__Work to complete__:
Scan the listing below. Report each line that includes "than".

__Information supplied__:

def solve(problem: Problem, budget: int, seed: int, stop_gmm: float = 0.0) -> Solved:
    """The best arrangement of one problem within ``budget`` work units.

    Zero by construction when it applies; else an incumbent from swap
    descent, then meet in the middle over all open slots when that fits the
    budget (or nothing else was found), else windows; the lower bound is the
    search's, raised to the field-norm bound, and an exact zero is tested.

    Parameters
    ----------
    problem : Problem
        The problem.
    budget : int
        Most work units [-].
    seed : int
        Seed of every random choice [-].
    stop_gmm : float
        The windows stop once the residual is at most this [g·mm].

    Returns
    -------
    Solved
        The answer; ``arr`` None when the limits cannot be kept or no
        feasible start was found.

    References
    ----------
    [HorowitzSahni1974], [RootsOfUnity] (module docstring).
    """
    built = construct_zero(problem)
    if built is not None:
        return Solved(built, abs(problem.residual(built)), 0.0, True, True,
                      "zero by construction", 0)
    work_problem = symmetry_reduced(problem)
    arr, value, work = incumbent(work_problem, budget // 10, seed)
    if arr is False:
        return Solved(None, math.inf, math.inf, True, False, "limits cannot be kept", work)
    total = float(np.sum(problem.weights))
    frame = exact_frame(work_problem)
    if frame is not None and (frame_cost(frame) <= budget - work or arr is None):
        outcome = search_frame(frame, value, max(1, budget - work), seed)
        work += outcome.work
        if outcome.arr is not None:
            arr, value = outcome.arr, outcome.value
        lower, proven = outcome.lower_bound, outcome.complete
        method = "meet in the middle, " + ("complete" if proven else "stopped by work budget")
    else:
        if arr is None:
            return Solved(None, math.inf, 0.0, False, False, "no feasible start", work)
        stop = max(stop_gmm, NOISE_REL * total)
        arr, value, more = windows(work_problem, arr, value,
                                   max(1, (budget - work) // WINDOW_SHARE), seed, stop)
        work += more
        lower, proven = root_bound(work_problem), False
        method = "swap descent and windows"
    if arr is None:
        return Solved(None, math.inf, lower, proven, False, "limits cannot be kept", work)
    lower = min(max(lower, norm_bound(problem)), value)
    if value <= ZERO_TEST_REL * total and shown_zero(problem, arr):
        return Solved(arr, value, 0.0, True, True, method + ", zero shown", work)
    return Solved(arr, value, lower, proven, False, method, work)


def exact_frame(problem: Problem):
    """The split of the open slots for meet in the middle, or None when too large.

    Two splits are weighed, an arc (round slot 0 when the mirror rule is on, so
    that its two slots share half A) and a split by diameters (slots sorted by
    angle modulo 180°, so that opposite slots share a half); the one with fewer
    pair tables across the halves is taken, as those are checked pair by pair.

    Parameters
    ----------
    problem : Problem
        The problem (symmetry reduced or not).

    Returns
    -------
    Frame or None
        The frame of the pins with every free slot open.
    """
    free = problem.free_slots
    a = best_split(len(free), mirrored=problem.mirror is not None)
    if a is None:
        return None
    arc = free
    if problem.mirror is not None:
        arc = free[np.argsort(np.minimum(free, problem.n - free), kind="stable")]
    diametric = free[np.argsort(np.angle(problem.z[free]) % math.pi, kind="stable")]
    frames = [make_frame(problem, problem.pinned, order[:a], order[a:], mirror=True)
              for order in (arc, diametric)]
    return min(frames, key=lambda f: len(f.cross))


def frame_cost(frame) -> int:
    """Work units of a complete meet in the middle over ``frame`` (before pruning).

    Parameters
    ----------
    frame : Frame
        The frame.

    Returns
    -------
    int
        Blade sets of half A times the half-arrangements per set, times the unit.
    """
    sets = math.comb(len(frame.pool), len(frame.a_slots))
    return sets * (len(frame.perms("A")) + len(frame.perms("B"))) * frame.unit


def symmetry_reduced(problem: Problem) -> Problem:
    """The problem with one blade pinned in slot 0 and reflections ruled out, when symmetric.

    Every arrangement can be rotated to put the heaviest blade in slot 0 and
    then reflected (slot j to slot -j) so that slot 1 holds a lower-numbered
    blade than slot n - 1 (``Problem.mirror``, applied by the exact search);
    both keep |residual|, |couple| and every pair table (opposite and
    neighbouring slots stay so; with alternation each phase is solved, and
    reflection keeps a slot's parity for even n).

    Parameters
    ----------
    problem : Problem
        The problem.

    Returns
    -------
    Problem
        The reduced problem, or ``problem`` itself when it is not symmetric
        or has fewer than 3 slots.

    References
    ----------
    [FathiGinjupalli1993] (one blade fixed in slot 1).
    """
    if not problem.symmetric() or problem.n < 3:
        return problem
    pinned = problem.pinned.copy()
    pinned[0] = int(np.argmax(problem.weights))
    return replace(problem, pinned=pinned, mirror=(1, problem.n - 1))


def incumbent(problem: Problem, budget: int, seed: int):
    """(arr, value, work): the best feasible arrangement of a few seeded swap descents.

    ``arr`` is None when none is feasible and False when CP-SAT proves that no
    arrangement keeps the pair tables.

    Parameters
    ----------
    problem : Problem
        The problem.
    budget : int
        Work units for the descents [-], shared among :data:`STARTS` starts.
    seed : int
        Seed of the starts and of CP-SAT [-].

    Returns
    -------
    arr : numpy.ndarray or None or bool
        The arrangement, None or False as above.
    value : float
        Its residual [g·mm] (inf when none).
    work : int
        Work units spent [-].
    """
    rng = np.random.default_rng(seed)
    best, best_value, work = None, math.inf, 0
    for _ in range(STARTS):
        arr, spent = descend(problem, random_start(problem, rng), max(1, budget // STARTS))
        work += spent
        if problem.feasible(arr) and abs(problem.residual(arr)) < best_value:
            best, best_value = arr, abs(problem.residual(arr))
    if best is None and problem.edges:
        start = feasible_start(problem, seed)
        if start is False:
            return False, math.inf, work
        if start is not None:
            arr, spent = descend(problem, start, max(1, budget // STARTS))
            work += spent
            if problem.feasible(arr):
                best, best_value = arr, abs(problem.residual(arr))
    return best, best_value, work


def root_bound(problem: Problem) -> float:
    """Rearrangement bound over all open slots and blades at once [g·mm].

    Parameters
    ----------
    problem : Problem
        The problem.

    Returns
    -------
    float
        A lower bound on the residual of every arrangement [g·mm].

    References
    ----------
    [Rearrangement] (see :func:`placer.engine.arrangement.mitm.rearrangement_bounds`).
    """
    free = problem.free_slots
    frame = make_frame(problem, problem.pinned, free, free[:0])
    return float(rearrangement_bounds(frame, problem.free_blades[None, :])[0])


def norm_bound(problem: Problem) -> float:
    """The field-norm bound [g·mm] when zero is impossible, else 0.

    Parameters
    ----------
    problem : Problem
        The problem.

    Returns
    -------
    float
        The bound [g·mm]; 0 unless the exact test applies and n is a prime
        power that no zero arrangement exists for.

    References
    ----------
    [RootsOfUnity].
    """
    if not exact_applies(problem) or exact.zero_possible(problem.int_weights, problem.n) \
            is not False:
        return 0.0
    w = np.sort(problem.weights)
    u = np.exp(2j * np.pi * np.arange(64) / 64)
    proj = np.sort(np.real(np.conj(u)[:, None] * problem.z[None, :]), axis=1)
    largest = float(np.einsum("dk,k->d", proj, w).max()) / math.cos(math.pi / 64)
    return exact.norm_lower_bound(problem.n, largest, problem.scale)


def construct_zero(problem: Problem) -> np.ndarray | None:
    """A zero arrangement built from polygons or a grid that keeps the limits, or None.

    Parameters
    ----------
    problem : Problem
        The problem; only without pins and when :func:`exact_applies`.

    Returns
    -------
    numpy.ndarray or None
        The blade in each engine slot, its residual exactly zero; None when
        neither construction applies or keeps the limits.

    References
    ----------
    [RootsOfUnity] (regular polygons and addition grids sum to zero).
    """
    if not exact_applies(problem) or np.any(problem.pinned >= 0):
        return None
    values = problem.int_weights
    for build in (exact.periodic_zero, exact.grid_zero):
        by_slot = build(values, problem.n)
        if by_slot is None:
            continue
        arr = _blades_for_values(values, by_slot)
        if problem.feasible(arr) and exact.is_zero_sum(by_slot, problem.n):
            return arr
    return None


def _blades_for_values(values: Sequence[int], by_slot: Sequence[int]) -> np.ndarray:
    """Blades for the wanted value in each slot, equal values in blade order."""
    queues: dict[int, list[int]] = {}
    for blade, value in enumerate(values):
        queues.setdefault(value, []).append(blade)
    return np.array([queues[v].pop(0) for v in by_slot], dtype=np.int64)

__Problem solution__:
    blade than slot n - 1 (``Problem.mirror``, applied by the exact search);
        or has fewer than 3 slots.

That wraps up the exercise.